* [WHAT THE EXERCISE ASKS]:
Go through the lines below and retype each one exactly.

(MATERIAL TO PROCESS begins)

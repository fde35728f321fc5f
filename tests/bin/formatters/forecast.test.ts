import { describe, expect, it } from 'vitest';
import { vesselWorkCautions } from '#shared/cautions.ts';
import { forecastReportSchema } from '#shared/schemas/forecast.ts';
import { formatForecast } from '#bin/formatters/forecast.ts';
import { freshAnswer } from '../../fixtures/freshness.ts';

const figures = { expectedCount: 0.75, expectedCost: 465, countLower: 0.5, countUpper: 1.25, costLower: 310, costUpper: 775 };
const weibull = { shape: 2.1, scaleDays: 82, shapeLower: 1.6, shapeUpper: 2.7, scaleLowerDays: 70, scaleUpperDays: 96, logLik: -113.7, intervalMethod: 'likelihood-ratio' };
const report = forecastReportSchema.parse({
  ...freshAnswer,
  site: 'FC',
  asOf: '2020-12-31T23:00:00.000Z',
  confidence: 0.9,
  groupBy: 'train',
  currency: 'EUR',
  renewal: false,
  bandMethod: 'range over a confidence region',
  groups: [
    {
      key: 'train=T1',
      inService: 2,
      weibull,
      fitSource: 'group',
      months: [
        { label: '2021-01', from: '2020-12-31T23:00:00.000Z', to: '2021-01-31T23:00:00.000Z', partial: false, ...figures },
        { label: '2021-02', from: '2021-01-31T23:00:00.000Z', to: '2021-02-28T23:00:00.000Z', partial: false, ...figures },
      ],
      total: { expectedCount: 1.5, expectedCost: 930, countLower: 1, countUpper: 2.5, costLower: 620, costUpper: 1550 },
      elements: [],
    },
    {
      key: 'train=T2',
      inService: 1,
      weibull,
      fitSource: 'pooled',
      months: [
        { label: '2021-01', from: '2020-12-31T23:00:00.000Z', to: '2021-01-31T23:00:00.000Z', partial: false, ...figures },
        { label: '2021-02', from: '2021-01-31T23:00:00.000Z', to: '2021-02-28T23:00:00.000Z', partial: false, ...figures, countLower: null, countUpper: null },
      ],
      total: { ...figures, expectedCount: 1.5, expectedCost: 930 },
      elements: [],
    },
  ],
  totals: [
    { label: '2021-01', from: '2020-12-31T23:00:00.000Z', to: '2021-01-31T23:00:00.000Z', expectedCount: 1.5, expectedCost: 930 },
    { label: '2021-02', from: '2021-01-31T23:00:00.000Z', to: '2021-02-28T23:00:00.000Z', expectedCount: 1.5, expectedCost: 930 },
  ],
  inService: 3,
  windowTreatment: { enteredLate: 0, censoredAtEnd: 3, text: 'The forecast covers the 3 element(s) in service at the window’s end.' },
  notes: [],
  cautions: [],
  provenance: { workOrders: [], tags: [], windows: [], elements: ['E-1', 'E-2', 'E-3'], elementCount: 3 },
});

const cells = (line: string) => line.split('│').map((c) => c.trim()).filter(Boolean);

describe('formatForecast', () => {
  const text = formatForecast({ ...report, notes: ['train=T2: its own lives give no Weibull fit (no-events); the pooled fit of every life in scope is used.'] });
  const lines = text.split('\n');

  it('prints month rows with the expected count, its band and the cost in the plant currency', () => {
    expect(text).toMatch(/month.*expected replacements.*90% band.*cost \(EUR\).*cost 90% band \(EUR\)/);
    expect(cells(lines.find((l) => l.includes('2021-01'))!)).toEqual(['2021-01', '0.75', '0.5–1.25', '465', '310–775']);
    expect(cells(lines.find((l) => l.includes('total'))!)).toEqual(['total', '1.5', '1–2.5', '930', '620–1,550']);
  });

  it('shows a band it does not have as a dash, and sums the groups month by month', () => {
    const t2Feb = lines.filter((l) => l.includes('2021-02'))[1]!;
    expect(cells(t2Feb)).toEqual(['2021-02', '0.75', '—', '465', '310–775']);
    expect(text).toContain('All groups:');
    expect(cells(lines.filter((l) => l.includes('2021-02')).at(-1)!)).toEqual(['2021-02', '1.5', '930']);
  });

  it('ends with the notes and the cautions for opening pressure vessels, even when the report’s own list is empty', () => {
    expect(text).toContain('Note: train=T2: its own lives give no Weibull fit');
    for (const caution of vesselWorkCautions) expect(text).toContain(`! ${caution}`);
    expect(formatForecast(report)).toContain(vesselWorkCautions[0]);
  });
});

(MATERIAL TO PROCESS ends)

* [EXERCISE RESULT]:
repository fde35728f321fc5f
filename tests/bin/formatters/forecast.test.ts
import { describe, expect, it } from 'vitest';
import { vesselWorkCautions } from '#shared/cautions.ts';
import { forecastReportSchema } from '#shared/schemas/forecast.ts';
import { formatForecast } from '#bin/formatters/forecast.ts';
import { freshAnswer } from '../../fixtures/freshness.ts';

const figures = { expectedCount: 0.75, expectedCost: 465, countLower: 0.5, countUpper: 1.25, costLower: 310, costUpper: 775 };
const weibull = { shape: 2.1, scaleDays: 82, shapeLower: 1.6, shapeUpper: 2.7, scaleLowerDays: 70, scaleUpperDays: 96, logLik: -113.7, intervalMethod: 'likelihood-ratio' };
const report = forecastReportSchema.parse({
  ...freshAnswer,
  site: 'FC',
  asOf: '2020-12-31T23:00:00.000Z',
  confidence: 0.9,
  groupBy: 'train',
  currency: 'EUR',
  renewal: false,
  bandMethod: 'range over a confidence region',
  groups: [
    {
      key: 'train=T1',
      inService: 2,
      weibull,
      fitSource: 'group',
      months: [
        { label: '2021-01', from: '2020-12-31T23:00:00.000Z', to: '2021-01-31T23:00:00.000Z', partial: false, ...figures },
        { label: '2021-02', from: '2021-01-31T23:00:00.000Z', to: '2021-02-28T23:00:00.000Z', partial: false, ...figures },
      ],
      total: { expectedCount: 1.5, expectedCost: 930, countLower: 1, countUpper: 2.5, costLower: 620, costUpper: 1550 },
      elements: [],
    },
    {
      key: 'train=T2',
      inService: 1,
      weibull,
      fitSource: 'pooled',
      months: [
        { label: '2021-01', from: '2020-12-31T23:00:00.000Z', to: '2021-01-31T23:00:00.000Z', partial: false, ...figures },
        { label: '2021-02', from: '2021-01-31T23:00:00.000Z', to: '2021-02-28T23:00:00.000Z', partial: false, ...figures, countLower: null, countUpper: null },
      ],
      total: { ...figures, expectedCount: 1.5, expectedCost: 930 },
      elements: [],
    },
  ],
  totals: [
    { label: '2021-01', from: '2020-12-31T23:00:00.000Z', to: '2021-01-31T23:00:00.000Z', expectedCount: 1.5, expectedCost: 930 },
    { label: '2021-02', from: '2021-01-31T23:00:00.000Z', to: '2021-02-28T23:00:00.000Z', expectedCount: 1.5, expectedCost: 930 },
  ],
  inService: 3,
  windowTreatment: { enteredLate: 0, censoredAtEnd: 3, text: 'The forecast covers the 3 element(s) in service at the window’s end.' },
  notes: [],
  cautions: [],
  provenance: { workOrders: [], tags: [], windows: [], elements: ['E-1', 'E-2', 'E-3'], elementCount: 3 },
});

const cells = (line: string) => line.split('│').map((c) => c.trim()).filter(Boolean);

describe('formatForecast', () => {
  const text = formatForecast({ ...report, notes: ['train=T2: its own lives give no Weibull fit (no-events); the pooled fit of every life in scope is used.'] });
  const lines = text.split('\n');

  it('prints month rows with the expected count, its band and the cost in the plant currency', () => {
    expect(text).toMatch(/month.*expected replacements.*90% band.*cost \(EUR\).*cost 90% band \(EUR\)/);
    expect(cells(lines.find((l) => l.includes('2021-01'))!)).toEqual(['2021-01', '0.75', '0.5–1.25', '465', '310–775']);
    expect(cells(lines.find((l) => l.includes('total'))!)).toEqual(['total', '1.5', '1–2.5', '930', '620–1,550']);
  });

  it('shows a band it does not have as a dash, and sums the groups month by month', () => {
    const t2Feb = lines.filter((l) => l.includes('2021-02'))[1]!;
    expect(cells(t2Feb)).toEqual(['2021-02', '0.75', '—', '465', '310–775']);
    expect(text).toContain('All groups:');
    expect(cells(lines.filter((l) => l.includes('2021-02')).at(-1)!)).toEqual(['2021-02', '1.5', '930']);
  });

  it('ends with the notes and the cautions for opening pressure vessels, even when the report’s own list is empty', () => {
    expect(text).toContain('Note: train=T2: its own lives give no Weibull fit');
    for (const caution of vesselWorkCautions) expect(text).toContain(`! ${caution}`);
    expect(formatForecast(report)).toContain(vesselWorkCautions[0]);
  });
});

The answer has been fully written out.